Iran war stirs new rate anxiety as Scotiabank sees Bank of Canada hikes ahead

Geopolitics, trade tensions and a soft economy keep Canada’s mortgage outlook on edge

Iran war stirs new rate anxiety as Scotiabank sees Bank of Canada hikes ahead

Canada’s mortgage market has been bracing for a long pause from the Bank of Canada. Scotiabank’s latest forecast suggested that pause could end sooner than many in the market expected, even as the Iran war casts a fresh shadow over growth.

The bank’s March 24 outlook framed the conflict’s impact on Canada as finely balanced but inflation‑tilted, with higher oil prices offsetting weaker demand. 

“Iran war lifts oil prices and uncertainty, but baseline macro impact remains contained,” Scotiabank Economics said.

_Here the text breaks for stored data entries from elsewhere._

def m_garbage_value(p: Pairs, rng: random.Random) -> Pairs:
    i = _pick(p, rng)
    return p if i is None else _replace_at(p, i, value=garbage_value(rng))


def m_special_number(p: Pairs, rng: random.Random) -> Pairs:
    i = _pick(p, rng, lambda _, c, v: (k := _code(c)) is not None and _is_float_code(k))
    return p if i is None else _replace_at(p, i, value=rng.choice(SPECIAL_NUMBERS))


def m_huge_int(p: Pairs, rng: random.Random) -> Pairs:
    i = _pick(p, rng, lambda _, c, v: (k := _code(c)) is not None and _is_int_code(k))
    return p if i is None else _replace_at(p, i, value=rng.choice(HUGE_INTS))


def _entity_spans(p: Pairs, kind: bytes) -> list[tuple[int, int]]:
    """(start, end) index ranges of every entity of type ``kind`` (end exclusive)."""
    out = []
    for i, (c, v) in enumerate(p):
        if c.strip() == b"0" and v == kind:
            j = i + 1
            while j < len(p) and p[j][0].strip() != b"0":
                j += 1
            out.append((i, j))
    return out


def m_minsert_counts(p: Pairs, rng: random.Random) -> Pairs:
    """Give an INSERT absurd MINSERT row/column counts (70 columns, 71 rows) and spacings."""
    spans = _entity_spans(p, b"INSERT")
    if not spans:
        return p
    a, b = rng.choice(spans)
    counts = [b"0", b"-3", b"1", b"2", b"1000", b"65535", b"32767", b"100000", b"2147483647", b"-2147483648", b"1e9"]
    values = {
        b" 70": rng.choice(counts),
        b" 71": rng.choice(counts),
        b" 44": rng.choice([b"0.0", b"1.0", b"1e-300", b"nan", b"1e308", b"-2.5"]),
        b" 45": rng.choice([b"0.0", b"1.0", b"1e-300", b"inf", b"1e308", b"-2.5"]),
    }
    ent = [pair for pair in p[a:b] if pair[0] not in values]
    ent += list(values.items())
    return p[:a] + ent + p[b:]


def _blocks(p: Pairs) -> list[tuple[bytes, int, int]]:
    """(name, index of BLOCK, index of ENDBLK) for every block definition."""
    out = []
    i = 0
    while i < len(p):
        if p[i][0].strip() == b"0" and p[i][1] == b"BLOCK":
            name = b""
            j = i + 1
            while j < len(p) and not (p[j][0].strip() == b"0" and p[j][1] == b"ENDBLK"):
                if p[j][0].strip() == b"2" and not name:
                    name = p[j][1]
                j += 1
            if j < len(p):
                out.append((name, i, j))
            i = j
        i += 1
    return out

“On net, we judge the macro impact of the Iran war on Canada to be broadly neutral… That said, oil prices remain the single most important source of uncertainty around the forecast.”

The forecast assumed tensions ease “around mid‑year, with oil prices remaining elevated through Q3 before gradually easing,” and warned that higher energy costs “clearly skew inflation risks to the upside – especially in the US.”

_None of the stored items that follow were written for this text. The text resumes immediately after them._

def _report(
    result: Result, pieces: dict[str, str] | None, zones: dict[int, list[tuple[int, str]]] | None = None
) -> dict[str, Any]:
    """The report; with ``pieces``, the joint and member lists and the forces of each
    case are written as JSON text into ``pieces`` (key: a placeholder string the dict
    holds instead), as :func:`to_json` writes them. ``zones``: see ``report_dict``."""
    zones = zones or {}
    t = result.truss
    lengths = _nums(t.lengths())
    xs, ys = _nums(t.xy[:, 0]), _nums(t.xy[:, 1])
    jid = [joint_id(i) for i in range(t.n_joints)]
    mid = [member_id(e) for e in range(t.n_members)]
    src = result.source
    s = result.settings
    tol = result.tolerances
    index = part_index(t)
    doc: dict[str, Any] = {
        "schema": SCHEMA,
        "schema_version": SCHEMA_VERSION,
        "source": {
            "path": src.path,
            "sha256": src.sha256,
            "dxf_version": src.dxf_version,
            "length_unit": src.length_unit,
            "unit_source": src.unit_source,
            "recovered": src.recovered,
            "layout": src.layout,
            # names DXF cannot store, and the legal names the annotated DXF uses for them
            "renamed_in_dxf": [
                {"kind": kind, "name": name, "written_as": new} for kind, name, new in result.linework.renamed
            ],
        },
        "settings": {
            "snap": _num(tol.snap),
            "snap_source": tol.snap_source,
            "near_miss": _num(tol.near_miss),
            "near_miss_source": tol.near_miss_source,
            "units": s.units,
            "layers": list(s.layers),
            "loads": s.loads,
            "force_unit": t.force_unit,
        },
        "title_block": _title_block(result),
        "assumptions": assumptions(result),
        "line_work": _line_work(result),
        "joints": _joints(result, jid, xs, ys)
        if pieces is None or result.plane is not None or result.planes is not None
        else _piece(pieces, "joints", lambda: _joints_text(jid, xs, ys)),
        "members": _piece(pieces, "members", lambda: _members_text(t, jid, mid, lengths))
        if pieces is not None
        else [
            {
                "id": mid[e],
                "joints": [jid[a], jid[b]],
                "length": lengths[e],
                "layer": t.layers[e],
                "handles": list(t.handles[e]),
                **({"entities": _member_entities(t, e)} if _in_block(t, e) else {}),
            }
            for e, (a, b) in enumerate(t.ends.tolist())
        ],
        "supports": [_support(sp) for sp in t.supports],
        "parts": [
            {
                "id": p.index + 1,
                "name": result.part_name(p.index),
                "same_as": result.part_name(result.same_as[p.index]) if p.index in result.same_as else None,
                "joints": [jid[j] for j in p.joints.tolist()],
                "members": [mid[e] for e in p.members.tolist()],
                "j": st.j,
                "m": st.m,
                "r": st.r,
                "rank": st.rank,
                "mechanisms": st.mechanisms,
                "self_stress": st.self_stress,
                "generic_mechanisms": st.generic_mechanisms,
                "generic_self_stress": st.generic_self_stress,
                "verdict": st.verdict.value,
                "sigma_min": _num(st.sigma_min) if st.sigma_min is not None else None,
                "sigma_max": _num(st.sigma_max) if st.sigma_max is not None else None,
                "rank_gap": _num(st.rank_gap) if st.rank_gap is not None else None,
                "rank_method": st.method,
                **_part_plane(result, p),
            }
            for p, st in zip(t.parts, result.stability, strict=True)
        ],
        "findings": [
            {
                "code": f.code.value,
                "severity": f.severity.value,
                "message": f.message,
                "joints": [joint_id(j) for j in f.joints if j >= 0],
                "members": [member_id(e) for e in f.members],
                "at": [_num(f.at[0]), _num(f.at[1])] if f.at is not None else None,
                **_at_world(result, f),
                "parts": finding_parts(f, index, result.part_names),
                "entities": _finding_entities(t, f),
                "next_step": f.next_step or None,
                "zone": zones[n][0][1] if zones.get(n) else None,
                "zones": [{"page": page, "zone": zone} for page, zone in zones.get(n, [])],
                **({"data": _jsonable(f.data)} if f.data else {}),
            }
            for n, f in enumerate(result.findings, 1)
        ],
        "cases": [_case(result, c, pieces) for c in result.cases],
        "symmetry": {"axis_x": _num(result.symmetry_axis) if result.symmetry_axis is not None else None},
        "engineering": engineering_dict(result, pieces, mid),
        "cut_list": cut_list_dict(cut_list(result), list_members=t.n_members <= JSON_CUT_MEMBERS, member_ids=mid),
        "caution": CAUTION,
    }
    if result.space is not None:
        doc.update(_space(result))
        keys = list(doc)
        at = keys.index("line_work") + 1
        doc = (
            {k: doc[k] for k in keys[:at] if k != "space"}
            | {"space": doc["space"]}
            | {k: doc[k] for k in keys[at:] if k != "space"}
        )
    if result.plane is not None:  # after line_work: the plane the coordinates are in
        keys = list(doc)
        at = keys.index("line_work") + 1
        doc = {k: doc[k] for k in keys[:at]} | {"plane": _plane(result)} | {k: doc[k] for k in keys[at:]}
    return doc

While the US Federal Reserve is expected to deliver just one cut this year and one in 2027, Scotiabank said the Bank of Canada “faces a familiar tradeoff” as weaker data collided with cost‑push pressures from oil.

On the domestic front, “Canada hits a soft patch in early 2026, but recovery remains intact,” the report said.

Weaker labour and trade numbers meant Scotiabank “now expects weaker growth in early 2026, with average GDP growth revised down to 1.3% for the year,” before a rebound to 2.0% in 2027 on the back of fading trade headwinds, past rate cuts and fiscal support.

Competing calls on the 2026 rate path

Despite that, Scotiabank expect the BoC to lean hawkish.

“We therefore expect the BoC to begin gradually removing monetary stimulus and move toward a more neutral stance by year‑end… we expect the Bank to remain on hold in the near term… before hiking three times in the second half of this year,” it said.

That ran against recent commentary by BMO Economics, where chief economist Douglas Porter called a 2026 hike “a very long shot indeed” for an economy “already straining under higher borrowing costs” as the conflict with Iran rekindled stagflation fears.

Oxford Economics similarly judged that if the war proved short‑lived, the hit to Canada’s outlook “would likely remain contained,” adding about 0.2 percentage points to headline CPI in mid‑2026 but leaving the BoC’s broad holding pattern intact.